The application of the least-squares approach to two- or three-dimensional vortex methods was implemented by combining it with a diffusion velocity concept which is used to spread the vortic- ity support. The details of the full-fledged vortex method are not given in [126], which basically reports the preliminary one-dimensional numerical experiments to obtain error measurements. The implementation of the vortex method is only sketched and described to be underway. But in [127] it is shown how the diffusion velocity method is combined with the moving least-squares scheme to calculate derivatives, although this work is restricted by the simplifications of axial symmetry.
Recently, the authors of the moving least-squares method have combined it with the triangulation method of [177]. In [128] a three-dimensional viscous vortex method is described which relies on the moving least-squares approach to approximate the derivatives for calculation of the stretching and diffusion terms, but instead of using vortex blobs the vorticity field is interpolated on a tetrahedral mesh that is fitted to the Lagrangian points. We stress that the triangulated methods arenotvortex blob methods, and therefore do not require cutoff functions. Hence, the advantage is attained that the vorticity field does not penetrate the surface of the body. Additionally, it is possible to have node points in a distribution with high anisotropy in one direction, which is advantageous when boundary layer flows are computed. The method —given the name “tetrahedral vortex element” or TVE method— was benchmarked on the flow past a sphere at Reynolds number of 100, and has recently been applied to a more complicated three-dimensional flow in [78] with notable results. But perhaps one could consider this a method closer to vortex-in-cell than to vortex blob methods, where the mesh is now unstructured. It is clearly not a grid-less method, as a tetrahedral mesh is constructed and fit to the Lagrangian points on each time step.

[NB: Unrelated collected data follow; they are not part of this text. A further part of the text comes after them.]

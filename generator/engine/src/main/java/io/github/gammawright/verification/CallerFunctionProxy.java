package io.github.gammawright.verification;

import io.github.gammawright.verification.KernelUnderTest.RequestedFunction;
import io.github.gammawright.verification.reference.Real;
import io.github.gammawright.verification.reference.ReferenceEvaluator;
import java.lang.reflect.InvocationHandler;
import java.lang.reflect.Method;
import java.lang.reflect.Proxy;
import java.util.Arrays;
import java.util.List;

/**
 * Stands in for the caller's functions: implements the interface that a kernel class asks for, by the samples that the
 * definition gives, evaluated in high precision and rounded once.
 */
final class CallerFunctionProxy implements InvocationHandler {

    private final ReferenceEvaluator evaluator;
    private final double[] parameters;
    private final List<RequestedFunction> functions;

    private CallerFunctionProxy(ReferenceEvaluator evaluator, double[] parameters, List<RequestedFunction> functions) {
        this.evaluator = evaluator;
        this.parameters = parameters;
        this.functions = functions;
    }

    /** An object of the interface. */
    static Object of(
            Class<?> type, ReferenceEvaluator evaluator, double[] parameters, List<RequestedFunction> functions) {
        return Proxy.newProxyInstance(
                type.getClassLoader(),
                new Class<?>[] {type},
                new CallerFunctionProxy(evaluator, parameters, functions));
    }

    @Override
    public Object invoke(Object proxy, Method method, Object[] arguments) {
        for (RequestedFunction function : functions) {
            if (function.method().equals(method.getName())) {
                fill(function, arguments);
                return null;
            }
        }
        return switch (method.getName()) {
            case "toString" -> "the samples of " + evaluator.definition().name();
            case "hashCode" -> System.identityHashCode(proxy);
            case "equals" -> proxy == arguments[0];
            default -> throw new IllegalStateException("the kernel asks for an unknown function " + method.getName());
        };
    }

    private void fill(RequestedFunction function, Object[] arguments) {
        double[] values = (double[]) arguments[arguments.length - 1];
        double[] at = new double[arguments.length - 1];
        for (int i = 0; i < at.length; i++) {
            at[i] = (double) arguments[i];
        }
        Arrays.fill(values, Double.NaN);
        List<Real> derivatives = evaluator.functionDerivatives(function.name(), parameters, at, function.orders());
        for (int i = 0; i < derivatives.size(); i++) {
            values[i] = derivatives.get(i).toDouble();
        }
    }
}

In conclusion, with so many different approaches to construct a viscous vortex method, it is clear that the field is still maturing and is yet far from a consensus in regards to the “best” viscous scheme. Each method reviewed above has some desirable characteristics as well as some disadvantages. Particle strength exchange is very sensitive to having an ordered distribution of particles, and so there has been a great amount of work on remeshing schemes. The method of superposing derivatives of the cutoff function, as used by Anderson and Greengard for vortex stretching and Fishelov for diffusion, is also dependent on a regular particle arrangement to maintain accuracy; diffusion velocity,
as well, requires constant overlap of blobs. It would seem that the problem for an accurate viscous vortex method is not the viscous scheme, but spatial adaption. Indeed, to liberate themselves from the problem generated by irregular particle fields, the authors of the vortex redistribution method resort to elaborate and computationally expensive algorithms, while the tetrahedral vortex element method does away with the particle representation altogether (at the cost of constructing a mesh at every time step). Even the core spreading method suffers from the problem of how to limit the size that vortex blobs can grow, so needs a form of spatial adaption. But in contrast to the other methods, core spreading is utterly simple in its approach to satisfying diffusion effects. If the spatial accuracy can be maintained with some form of adaptive refinement, the core spreading method seems to offer the opportunity of a truly grid-less viscous vortex method.